2 Department of Neurosurgery, Faculty of Medicine, Al-Azhar University, Cairo, Egypt.

3 Department of Neurosurgery, Damietta Faculty of Medicine; Al-Azhar University, Damietta, Egypt.

Abstract

Background: A severe, intermittent pain in the trigeminal nerve distribution area on one side of the face is known as trigeminal neuralgia. The primary pathophysiological cause of trigeminal neuralgia is neurovascular compression, which results in demyelination of the trigeminal nerve root in the cerebellopontine angle area. Endoscopes offer 360-degree views and bright lighting, making it much easier to spot and treat vascular conflicts than with conventional techniques.

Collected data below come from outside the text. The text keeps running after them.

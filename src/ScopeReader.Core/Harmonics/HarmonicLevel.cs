using ScopeReader.Readings;

namespace ScopeReader.Harmonics;

/// <summary>A harmonic as fitted, with what disturbs it; amplitudes are peak, in the samples' unit.</summary>
/// <param name="Order">1 for the fundamental.</param>
/// <param name="Fitted">Amplitude as the fit gives it, noise in it.</param>
/// <param name="Noise">Standard uncertainty by the noise density near it.</param>
/// <param name="DegreesOfFreedom">Of the noise.</param>
/// <param name="Steps">Standard uncertainty by lines that the converter's steps make where no noise spreads them.</param>
/// <param name="Folded">Rms amplitude of what folds onto it from above half of the sample rate.</param>
internal sealed record HarmonicLevel(int Order, double Fitted, double Noise, double DegreesOfFreedom, double Steps, double Folded)
{
    /// <summary>The amplitude above which one in a hundred lines of noise alone lies.</summary>
    public double Threshold => ThresholdAmong(1);

    /// <summary>The amplitude above which the strongest of several lines of noise alone lies once in a hundred records.</summary>
    /// <remarks>Powers of noise are spread exponentially: one in a hundred is above ln 100 times their mean, which is twice the square of u.</remarks>
    public double ThresholdAmong(int lines) => Math.Sqrt(2 * Math.Log(100.0 * lines)) * double.Hypot(Noise, Steps);

    public bool IsResolved => Fitted > Threshold;

    /// <summary>True where the converter's steps, not noise, set the threshold.</summary>
    public bool IsHiddenBySteps => Steps > Noise;

    /// <summary>The amplitude, what noise adds to it on average taken off (Rice 1944: the mean square is A² + 2u², one u² of it in phase).</summary>
    public double Amplitude => Math.Sqrt(Math.Max(Fitted * Fitted - Noise * Noise, Fitted * Fitted / 4));

    /// <summary>The terms of its level in dB.</summary>
    public IEnumerable<BudgetTerm> Terms(string suffix = "")
    {
        double decibels = Decibels.PerRelativeAmplitude / Amplitude;
        yield return BudgetTerm.Normal("noise" + suffix, Noise, decibels, DegreesOfFreedom);
        if (Steps > 0)
            yield return BudgetTerm.Normal("quantisation" + suffix, Steps, decibels);
        if (Folded > 0)
            yield return BudgetTerm.Rectangular("folding" + suffix, Math.Sqrt(3) * Folded, decibels);
    }
}
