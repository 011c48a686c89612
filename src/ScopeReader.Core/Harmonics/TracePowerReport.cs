using ScopeReader.Captures;
using ScopeReader.Readings;
using static ScopeReader.Harmonics.HarmonicAnalyser;

namespace ScopeReader.Harmonics;

/// <summary>Writes channel power and noise density of a trace down, or why not.</summary>
/// <remarks>
/// The resolution filter counts as Gaussian; four synchronously tuned poles have 0.25 dB more noise bandwidth, which bounds the
/// error. What a trace averages decides how far its noise reads low: 2.51 dB for levels, 1.05 for voltages, nothing for power.
/// Unless the file says, a trace whose noise scatters as a single sweep's does is not averaged, and for any other the middle of 0
/// and 2.51 dB is added with half of it as bound. A peak detector's noise has no such figure and is refused.
/// </remarks>
internal sealed class TracePowerReport(TraceLevels levels, SpectrumTrace trace, Plan plan, ReadingSheet sheet)
{
    private const string Method = "trace-power";

    // Unaveraged noise has 1 average by its scatter; a median of a hundred points or more stays below this.
    private const double Unaveraged = 1.6;
    private const double NoNoise = 1e6;
    private const int FewPoles = 4;

    private readonly ChainErrors _chain = new(plan, null);

    public void Write(int from)
    {
        TraceNoise noise = levels.Floor(from);
        new OccupiedBandReport(levels, trace, _chain, sheet).Write(from, noise);
        Quantity[] powers = [Quantities.ChannelPower, Quantities.NoiseDensity];
        if (trace.ResolutionBandwidth is not { } filter)
            sheet.Refuse("no-resolution-bandwidth", "the file states no resolution bandwidth, and a power needs the filter's noise bandwidth", powers);
        else if (trace.Averaging == TraceAveraging.Peak)
            sheet.Refuse("peak-detector", "a peak detector reads noise high by an amount that nobody states; save the trace with an rms or sample detector", powers);
        else if (PowerOffset() is not { } offset)
            sheet.Refuse("no-impedance", Text($"the trace is in {trace.Unit}, and a voltage has no power without an impedance; add impedance to [chain]"), powers);
        else
        {
            WriteDensity(noise, filter, offset);
            WriteChannel(from, noise, filter, offset);
        }
    }

    private double? PowerOffset() => levels.Unit == "dBm" ? 0 : plan.Chain.Impedance is { } ohms ? Decibels.DbmOfDbv(0, ohms) : null;

    private static BudgetTerm FilterTerm =>
        BudgetTerm.Rectangular("noise bandwidth of the filter", Decibels.OfPowers(ResolutionFilter.SynchronousNoiseBandwidth(FewPoles) / ResolutionFilter.GaussianNoiseBandwidth));

    // What is added to noise as it stands for its mean power, and how far off that may be, dB.
    private (double Correction, double Bound, string Note) Detector(TraceNoise noise) => trace.Averaging switch
    {
        TraceAveraging.Power => (0, 0, "power averaging"),
        TraceAveraging.Voltage => (NoiseAveraging.OfVoltages, 0, Text($"voltage averaging, {NoiseAveraging.OfVoltages:F2} dB added")),
        TraceAveraging.Level => (NoiseAveraging.OfLevels, 0, Text($"averaging of levels, {NoiseAveraging.OfLevels:F2} dB added")),
        _ when noise.Averages < Unaveraged => (0, 0, "not averaged, by its scatter"),
        // The cases are its ends rather than its middle, and 95 % of a rectangle would leave them out.
        _ => (NoiseAveraging.OfLevels / 2, NoiseAveraging.OfLevels / 2 / 0.95, Text($"averaging not stated: {NoiseAveraging.OfLevels / 2:F2} dB added, ± as much")),
    };

    // Averaged levels are their own mean; a power's mean is that of the powers.
    private double Mean(TraceNoise noise) => trace.Averaging is TraceAveraging.Level or TraceAveraging.Voltage ? noise.MeanLevelDb : noise.MeanDb;

    private void WriteDensity(TraceNoise noise, double filter, double offset)
    {
        if (noise.Averages > NoNoise)
        {
            sheet.Refuse("no-noise", "the trace's floor does not scatter: there is no noise on it", Quantities.NoiseDensity);
            return;
        }
        (double correction, double bound, string note) = Detector(noise);
        double value = Mean(noise) + offset + correction - Decibels.OfPowers(filter * ResolutionFilter.GaussianNoiseBandwidth);
        Budget budget = _chain.ForAbsoluteDecibels([NoiseTerm(noise, filter), FilterTerm, .. Bounded("detector", bound)]);
        sheet.Add(new Reading(Quantities.NoiseDensity, value, "dBm/Hz", budget, "trace-noise") { Note = $"of the whole trace, its lines left out; {note}" });
    }

    // Points closer than the filter's width share their noise.
    private BudgetTerm NoiseTerm(TraceNoise noise, double filter) =>
        BudgetTerm.Normal("noise", Decibels.PerRelativeAmplitude / 2 / Math.Sqrt(Math.Max(1, noise.Points * Math.Min(1, levels.Spacing / filter) * noise.Averages)));

    private void WriteChannel(int from, TraceNoise noise, double filter, double offset)
    {
        if (levels.TooCoarse(filter) is { } coarse)
        {
            sheet.Refuse("point-spacing", coarse, Quantities.ChannelPower);
            return;
        }
        ReadOnlySpan<double> part = levels.Levels[from..];
        double total = ChannelPower.Decibel(part, levels.Spacing, filter * ResolutionFilter.GaussianNoiseBandwidth);
        double noisePart = Math.Min(1, part.Length * Decibels.PowerRatio(noise.MeanDb - total) * levels.Spacing / (filter * ResolutionFilter.GaussianNoiseBandwidth));
        (double correction, double bound, string note) = Detector(noise);
        // Only the noise in it reads low.
        double added = Decibels.OfPowers(1 + noisePart * (Decibels.PowerRatio(correction) - 1)), most = Decibels.OfPowers(1 + noisePart * (Decibels.PowerRatio(correction + bound) - 1)) - added;
        TraceNoise whole = noise with { Points = part.Length };
        Budget budget = _chain.ForAbsoluteDecibels([NoiseTerm(whole, filter).Times(noisePart), FilterTerm, .. Bounded("detector", most), .. levels.Strongest() is { } line ? line.LevelTerms.Select(t => t.Times(1 - noisePart)) : []]);
        sheet.Add(new Reading(Quantities.ChannelPower, total + offset + added, "dBm", budget, Method)
        {
            Note = $"of {Engineering.Format(levels.Frequency(from), "Hz", 4)} to {Engineering.Format(levels.Stop, "Hz", 4)}{(noisePart > 0.05 ? "; " + note : "")}",
        });
    }

    private static BudgetTerm[] Bounded(string name, double half) => half > 0 ? [BudgetTerm.Rectangular(name, half)] : [];
}
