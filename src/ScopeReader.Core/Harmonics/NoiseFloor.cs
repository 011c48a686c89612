using ScopeReader.Numerics;

namespace ScopeReader.Harmonics;

/// <summary>The noise of a waveform between its lines, from the averaged periodogram of what the fit leaves.</summary>
/// <param name="Variance">Of one sample: the mean density of the bins that no line touches.</param>
/// <param name="DegreesOfFreedom">Of the variance.</param>
internal sealed record NoiseFloor(double Variance, double DegreesOfFreedom)
{
    private const int LongestSegment = 1 << 14, FewestSegments = 8, ShortestSegment = 64, Lobe = 3;

    // Below this share of bins left free the mean is that of a corner of the band.
    private const double FewestFree = 0.25;

    /// <summary>Measures it; where a record is short or full of lines, from one long periodogram.</summary>
    /// <param name="residual">Shape [n]: the samples less the model.</param>
    /// <param name="frequency">The fundamental's, cycles per sample.</param>
    /// <param name="modelled">How many harmonics the model has.</param>
    /// <param name="rest">The lines beside them, and the noise as the long periodogram has it.</param>
    public static NoiseFloor Of(ReadOnlySpan<double> residual, double frequency, int modelled, NoiseLines rest)
    {
        int segment = residual.Length / FewestSegments >= ShortestSegment ? RealTransform.FastLengthAtMost(Math.Min(LongestSegment, residual.Length / FewestSegments)) : 0;
        if (segment == 0)
            return new NoiseFloor(rest.Variance, rest.DegreesOfFreedom);
        var averaged = new AveragedPeriodogram(residual, segment, Window.Hann);
        var taken = new bool[averaged.Power.Length];
        for (int k = 0; k <= modelled; k++)
            Take(taken, Folding.Apparent(k * frequency, 1) * segment);
        foreach (NoiseLine line in rest.Lines)
            Take(taken, line.Frequency * segment);
        double sum = 0, squares = 0;
        int count = 0;
        for (int k = 0; k < taken.Length - 1; k++)
            if (!taken[k])
                (sum, squares, count) = (sum + averaged.Power[k], squares + averaged.Power[k] * averaged.Power[k], count + 1);
        if (count < FewestFree * taken.Length)
            return new NoiseFloor(rest.Variance, rest.DegreesOfFreedom);
        double whiteness = Math.Min(1, sum * sum / (count * squares)), share = (double)count / taken.Length;
        return new NoiseFloor(sum / count, Math.Max(1, averaged.Efficiency * averaged.Covered * whiteness * share));
    }

    private static void Take(bool[] taken, double bin)
    {
        for (int k = Math.Max(0, (int)Math.Floor(bin) - Lobe + 1); k <= Math.Min(taken.Length - 1, (int)Math.Ceiling(bin) + Lobe - 1); k++)
            taken[k] = true;
    }
}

The Aim of the work: To evaluate the effectiveness of endoscopic microvascular decompression in patients with primary trigeminal neuralgia regarding pain control, recurrence rate and procedure-related complications.

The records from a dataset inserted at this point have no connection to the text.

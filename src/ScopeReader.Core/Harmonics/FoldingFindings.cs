using ScopeReader.Readings;
using static ScopeReader.Harmonics.HarmonicAnalyser;

namespace ScopeReader.Harmonics;

/// <summary>Says which lines are harmonics from above half of the sample rate, and which of those cannot be told from others.</summary>
internal sealed class FoldingFindings(HarmonicLines lines)
{
    private const int MostNamed = 6, HighestOrder = 400;

    private readonly HarmonicLevels _levels = lines.Levels;

    public void Write()
    {
        WriteFolded();
        WriteColliding();
    }

    private void WriteFolded()
    {
        var folded = new List<(int Order, double Place, double Dbc)>();
        foreach (HarmonicLevel h in lines.Harmonics.Skip(lines.Counts.Seen).Where(h => h.IsResolved))
            folded.Add((h.Order, Folding.Apparent(h.Order * _levels.Frequency, 1), lines.Dbc(h.Amplitude)));
        foreach (OtherLine other in lines.Others)
            if (other.FoldedOrder is { } order)
                folded.Add((order, other.Line.Frequency, lines.Dbc(other.Line.Amplitude)));
        if (folded.Count == 0)
            return;
        string named = string.Join(", ", folded.OrderBy(l => l.Order).Take(MostNamed).Select(l => Text($"harmonic {l.Order} at {lines.Place(l.Place)} ({l.Dbc:F1} dBc)")));
        string more = folded.Count > MostNamed ? Text($" and {folded.Count - MostNamed} more") : "";
        lines.Job.Sheet.Add(new Finding("folded-harmonics",
            Text($"folded by sampling from above half of the sample rate: {named}{more}; a folded line moves when the sample rate changes, a true one stays"), "folded"));
    }

    // Only where it matters: what comes down is more than the noise of the harmonic that it comes down on.
    private void WriteColliding()
    {
        var pairs = new List<string>();
        foreach (HarmonicLevel h in lines.Harmonics.Take(lines.Counts.Seen))
            if (_levels.Folded(h.Order) > h.Noise && Partner(h.Order) is { } partner)
                pairs.Add(Text($"{partner} on {(h.Order == 1 ? "the fundamental" : h.Order)}"));
        if (pairs.Count == 0)
            return;
        string more = pairs.Count > MostNamed ? Text($" and {pairs.Count - MostNamed} more") : "";
        lines.Job.Sheet.Add(new Finding("colliding-harmonics",
            Text($"the sample rate is nearly a multiple of the frequency, so that folded harmonics cannot be told from lower ones: {string.Join(", ", pairs.Take(MostNamed))}{more}; their part is in the uncertainty; change the sample rate"), "colliding"));
    }

    private int? Partner(int order)
    {
        double place = Folding.Apparent(order * _levels.Frequency, 1);
        for (int k = _levels.Modelled + 1; k <= HighestOrder; k++)
            if (Math.Abs(Folding.Apparent(k * _levels.Frequency, 1) - place) < 2.0 / _levels.Count)
                return k;
        return null;
    }
}
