using ScopeReader.Readings;

namespace ScopeReader.Harmonics;

/// <summary>The noise of a spectrum trace near a place.</summary>
/// <param name="MeanDb">Level of its mean power.</param>
/// <param name="MeanLevelDb">Mean of its levels.</param>
/// <param name="Points">How many points it was found from.</param>
/// <param name="Averages">How many independent powers each point averages, by their spread: 1 scatters by 5.57 dB.</param>
internal readonly record struct TraceNoise(double MeanDb, double MeanLevelDb, int Points, double Averages)
{
    // The variance in dB of the mean of n exponential powers is (10/ln 10)² ψ'(n), and ψ'(n) is 1/(n - 1/2) within 4 % from n = 1.
    private const double SquareDb = 18.861169, MadToSigma = 1.4826;
    private const int Rounds = 4;

    /// <summary>Noise of a set of points, lines among them left out as outliers.</summary>
    /// <param name="levels">dB; sorted in place.</param>
    public static TraceNoise Of(Span<double> levels)
    {
        levels.Sort();
        // A band of signal may fill more than half of a trace: the start is where the levels lie closest, and what is far above does not count.
        (double median, double sigma) = Densest(levels);
        for (int i = 0; i < Rounds; i++)
        {
            int kept = levels.Length;
            while (kept > 1 && levels[kept - 1] > median + 4 * Math.Max(sigma, 0.25))
                kept--;
            (median, sigma) = Middle(levels[..kept]);
        }
        double power = 0, sum = 0;
        int count = 0;
        foreach (double level in levels)
            if (level <= median + 4 * Math.Max(sigma, 0.25))
            {
                power += Decibels.PowerRatio(level - median);
                sum += level;
                count++;
            }
        return new TraceNoise(median + Decibels.OfPowers(power / count), sum / count, count, sigma > 0 ? SquareDb / (sigma * sigma) + 0.5 : 1e9);
    }

    // Middle of the shortest quarter; a quarter of a normal distribution lies within 0.3186 of its standard deviations.
    private static (double Centre, double Sigma) Densest(ReadOnlySpan<double> sorted)
    {
        int quarter = Math.Max(1, sorted.Length / 4), best = 0;
        for (int i = 0; i + quarter < sorted.Length; i++)
            if (sorted[i + quarter] - sorted[i] < sorted[best + quarter] - sorted[best])
                best = i;
        int end = Math.Min(sorted.Length - 1, best + quarter);
        return ((sorted[best] + sorted[end]) / 2, (sorted[end] - sorted[best]) / (2 * 0.3186));
    }

    private static (double Median, double Sigma) Middle(ReadOnlySpan<double> sorted)
    {
        double median = sorted[sorted.Length / 2];
        double[] distances = new double[sorted.Length];
        for (int i = 0; i < sorted.Length; i++)
            distances[i] = Math.Abs(sorted[i] - median);
        Array.Sort(distances);
        return (median, MadToSigma * distances[distances.Length / 2]);
    }

    /// <summary>The level that noise alone exceeds with probability 1 % at any of some points: the tail of a χ² (Laurent and Massart 2000, from memory), and 3 dB at least.</summary>
    public double Threshold(int points)
    {
        double x = Math.Log(100.0 * points) / Averages;
        return MeanDb + Math.Max(3, Decibels.OfPowers(1 + Math.Sqrt(2 * x) + x));
    }

    /// <summary>Standard uncertainty that this noise gives a line read together with it, dB of the line alone.</summary>
    /// <param name="lineDb">Level of the line alone.</param>
    public double Of(double lineDb)
    {
        double noise = Decibels.PowerRatio(MeanDb - lineDb);
        return Decibels.PerRelativeAmplitude / 2 * Math.Sqrt((2 * noise + noise * noise) / Averages);
    }
}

Patients and methods: The current study was applied on 12 patients with 1ry trigeminal neuralgia whom afforded to endoscopic micro-vascular decompression with mean age 59.1±9.54 years. All were submitted to clinical assessment through full history, clinical neurological examination, laboratory and imaging studies. The outcome was assessed by different scales, like visual analogue scale [VAS], pain intensity score of Barrow Neurological Institute [BNI], general and facial function scores. The follow up visits were scheduled directly after surgery, and at 3 and 6 months postoperatively.
Results: The commonest affected vessel in the present study was superior cerebellar artery [SCA] [41.75%] then anterior inferior cerebellar artery [AICA] [16.7%]. Majority of patients use carbamazepine [66.7%], followed by gabapentin [58.3%]; 33% of the patients were on monotherapy and 66.7% were on combined therapy. There was significant progressive improvement of pain, general and facial function directly after surgery and till the end of follow up duration. The most common reported complication was transient unsteadiness [16.7%], with recurrence rate of 8.3% after 6 months. 
Conclusion: Endoscopic microvascular decompression for trigeminal neuralgia can have a promising result as regard relieving of pain with subsequent improvement of general and facial function scores with low frequency of complications and recurrence.